Bugün Kur’an dan anlamaya, üzerinde düşünmeye çalışacağımız ayetler, Enfal 65–66 ve 67. ayetler olacaktır. Üzerinde durup, sizleri düşünmeye davet etmek istediğim, bu ayetlerde geçen iki soru olacak.
Birincisi Allah 65. ayette iman edenlere güç ve kuvvet verip moral verirken, sizler düşmanın on katına bedelsiniz diye moral veriyor. Fakat daha sonra 66. ayette ise, şimdi Allah, yükünüzü hafifletti; sizde zayıflık olduğunu bildi, dedikten sonra verdiği örnek ise, sizden biriniz düşmandan iki kişiye bedelsiniz şeklinde verdiği örnektir. Burada yükünüzü hafifletti sözüyle, acaba ne demek istiyor olabilir Rabbim? Ayrıca yükün hafifletilmesi ile bir önceki ayeti karşılaştırdığımızda, daha önce daha fazla güç ve yardım etmesine rağmen, daha sonra onu azaltmasının nasıl bir bağlantısı olabilir? Sanırım burası çok önemli.
67. ayette ise Allah, Yeryüzünde ağır basıncaya (küfrün belini kırıncaya) kadar, hiçbir peygambere esirleri bulunması yaraşmaz, sözüyle acaba neyi kast ediyor olabilir? Birilerinin söylediği gibi, Allah burada esir alma öldür mü diyor, yoksa esirleri bedel karşılığı serbest bırak mı demek istiyor. Yoksa başka bir şeyden mi bahsediyor? Gelin Rabbimin izniyle, Kur’anı bir bütün olarak düşünerek, tüm bu ayetlerle Rahman bizlere ne anlatmak istiyor, onu anlamaya çalışalım. Önce şunu belirtmek isterim, yazdıklarım benim Kur’an dan anladıklarımdır. Sizlerde ayetler üzerinde düşünüp, değerlendirme yapmalısınız.
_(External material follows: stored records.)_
"""The audit's computations in their barest form, against the floor (on demand).

    .venv/bin/python bench/audit_bare.py --events 1000000 10000000

Issue 14 asks for ``run_audit`` within 20x the floor: a bare ``GROUP BY device median()`` over
the raw events (queries/bench/bench_bare_median.sql, as bench/audit.py times it). This bench asks
what the audit would cost if each of its tables were computed by nothing but the aggregate its
output needs: queries/bench/bench_bare_audit.sql holds one such statement per part (room
quartiles, the sorted values of the median's confidence interval, the standard-size median, the
distinct patients, the distribution's order statistics, the monthly medians, the outlier rule's
median and MAD, the drift test's ranks), over the period's audited values, with no join, no
reference level, no label. Each is run three times (the fastest kept), in the same process and
on the same warehouse as the floor (bench/audit.py's scaled warehouses, built there).

Prints one line per part (seconds, CPU seconds, x floor) and ends with one line per N:
``events N: bare parts/floor X (sum of the parts' best times), floor F s``.
A sum above 20 means no implementation of these outputs in DuckDB on this machine meets the
target, whatever the rest of the audit costs. It also times ``run_audit`` on the 1000-study base
warehouse (about 4 000 events), then ``write_site``: their cost with almost no data, set against
each floor.
"""

from __future__ import annotations

import argparse
import datetime as dt
import os
import re
import sys
import time
from pathlib import Path

ROOT = Path(__file__).resolve().parent.parent
sys.path.insert(0, str(ROOT))

DATE_FROM, DATE_TO = dt.date(2026, 9, 1), dt.date(2026, 11, 30)   # as bench/audit.py audits


def parts(text: str) -> list[tuple[str, str]]:
    """(name, statement) per ``-- part: <name>`` of bench_bare_audit.sql."""
    pieces = re.split(r"^-- part: (\w+)\n", text, flags=re.M)
    return [(name, body.strip().rstrip(";")) for name, body in zip(pieces[1::2], pieces[2::2])]


def best(con, statement: str, params: dict, runs: int = 3) -> tuple[float, float]:
    """Fastest wall time of `runs` runs, and the CPU time of that run."""
    out = (float("inf"), 0.0)
    for _ in range(runs):
        c0, w0 = os.times(), time.perf_counter()
        con.execute(statement, {k: v for k, v in params.items() if f"${k}" in statement})
        c1, wall = os.times(), time.perf_counter() - w0
        if wall < out[0]:
            out = (wall, c1.user + c1.system - c0.user - c0.system)
    return out


def one(n: int) -> dict:
    import duckdb

    sys.path.insert(0, str(ROOT / "bench"))
    from audit import floor as audit_floor, scaled_warehouse   # bench/audit.py's, built there
    from queries import sql

    db, n_rows = scaled_warehouse(n)
    cold = min(audit_floor(db) for _ in range(3))   # as bench/audit.py: a new connection each
    con = duckdb.connect(str(db), read_only=True)
    con.execute("set threads to 2")   # as the warehouse connection does
    floor, floor_cpu = best(con, sql("bench_bare_median"), {})   # warm, like the parts
    params = {"date_from": DATE_FROM, "date_to": DATE_TO}
    (n_obs,) = con.execute("select count(*) from derived_audit_observation "
                           "where study_date >= $date_from and study_date < $date_to",
                           params).fetchone()
    print(f"\n== {n_rows:,} raw events, {n_obs:,} audited values in the period ({db.name})")
    print(f"   floor (bare GROUP BY device median())   {floor:7.3f} s  {floor_cpu:7.2f} CPU-s  "
          f"(warm; {cold:.3f} s with a new connection each run, as bench/audit.py times it)")
    total = 0.0
    (_, setup), *timed = parts(sql("bench_bare_audit"))
    con.execute(setup, {k: v for k, v in params.items() if f"${k}" in setup})
    for name, statement in timed:
        wall, cpu = best(con, statement, params)
        total += wall
        print(f"   {name:<38}{wall:7.3f} s  {cpu:7.2f} CPU-s  {wall / floor:6.1f}x floor")
    con.close()
    return {"n": n, "floor_s": floor, "cold_s": cold, "parts_s": total}


def fixed_cost(runs: int = 3) -> tuple[float, float]:
    """Fastest of `runs` whole ``run_audit`` runs, then of `runs` ``write_site`` runs, on a copy
    of bench/audit.py's base warehouse (the 1000-study corpus, about 4 000 events): what the
    audit and the dashboards cost with almost no data."""
    import shutil
    import tempfile

    sys.path.insert(0, str(ROOT / "bench"))
    from audit import audit, base_warehouse, site

    with tempfile.TemporaryDirectory() as tmp:
        work = Path(tmp) / "base.duckdb"
        shutil.copy(base_warehouse(), work)
        audit_s = min(audit(work) for _ in range(runs))
        site_s = min(site(work, Path(tmp) / "site")[0] for _ in range(runs))
    return audit_s, site_s


def main() -> None:
    parser = argparse.ArgumentParser(description=__doc__.splitlines()[0])
    parser.add_argument("--events", type=int, nargs="+", default=[1_000_000])
    args = parser.parse_args()
    import pandas, plotly, pyarrow  # noqa: F401,E401  (as in bench/audit.py's process)

    results = [one(n) for n in args.events]
    fixed, fixed_site = fixed_cost()
    print(f"\n   the 1000-study base warehouse (fastest of 3): run_audit {fixed:.2f} s, "
          f"write_site {fixed_site:.2f} s")
    print()
    for r in results:
        print(f"events {r['n']}: bare parts/floor {r['parts_s'] / r['floor_s']:.1f} "
              f"(warm floor {r['floor_s']:.3f} s), {r['parts_s'] / r['cold_s']:.1f} "
              f"(bench/audit.py's floor {r['cold_s']:.3f} s); sum of the parts' best times "
              f"{r['parts_s']:.2f} s; with almost no data, the audit {fixed / r['cold_s']:.1f}x "
              f"and the site {fixed_site / r['cold_s']:.1f}x the floor")


if __name__ == "__main__":
    main()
Önce Enfal suresi 61. ayetten itibaren hepsini yazalım ki, üzerinde daha iyi düşünebilelim.
Enfal 61: Eğer onlar barışa yanaşırlarsa sen de ona yanaş ve Allah’a tevekkül et, çünkü O işitendir, bilendir.
62-Eğer sana hile yapmak isterlerse, şunu bil ki, Allah sana kâfidir. O, seni yardımıyla ve müminlerle destekleyendir.
63-Ve (Allah), onların kalplerini birleştirmiştir. Sen yeryüzünde bulunan her şeyi verseydin, yine onların gönüllerini birleştiremezdin, fakat Allah onların aralarını bulup kaynaştırdı. Çünkü O, mutlak galiptir, hikmet sahibidir.
64-Ey Peygamber! Sana ve sana uyan müminlere Allah yeter.
65-Ey Peygamber! Müminleri savaşa teşvik et. Eğer sizden sabırlı yirmi kişi bulunursa, iki yüze (kâfire) galip gelirler. Eğer sizden yüz kişi olursa, kâfir olanlardan bin kişiye galip gelirler. Çünkü onlar anlamayan bir topluluktur.
66-Şimdi Allah, yükünüzü hafifletti; sizde zayıflık olduğunu bildi. O halde sizden sabırlı yüz kişi bulunursa, (onlardan) iki yüz kişiye galip gelir. Ve eğer sizden bin kişi olursa, Allah’ın izniyle (onlardan) ikibin kişiye galip gelirler. Allah sabredenlerle
beraberdir.
67-Yeryüzünde ağır basıncaya (küfrün belini kırıncaya) kadar, hiçbir peygambere esirleri bulunması yaraşmaz. Siz geçici dünya malını istiyorsunuz, hâlbuki Allah (sizin için) ahireti istiyor. Allah güçlüdür, hikmet sahibidir.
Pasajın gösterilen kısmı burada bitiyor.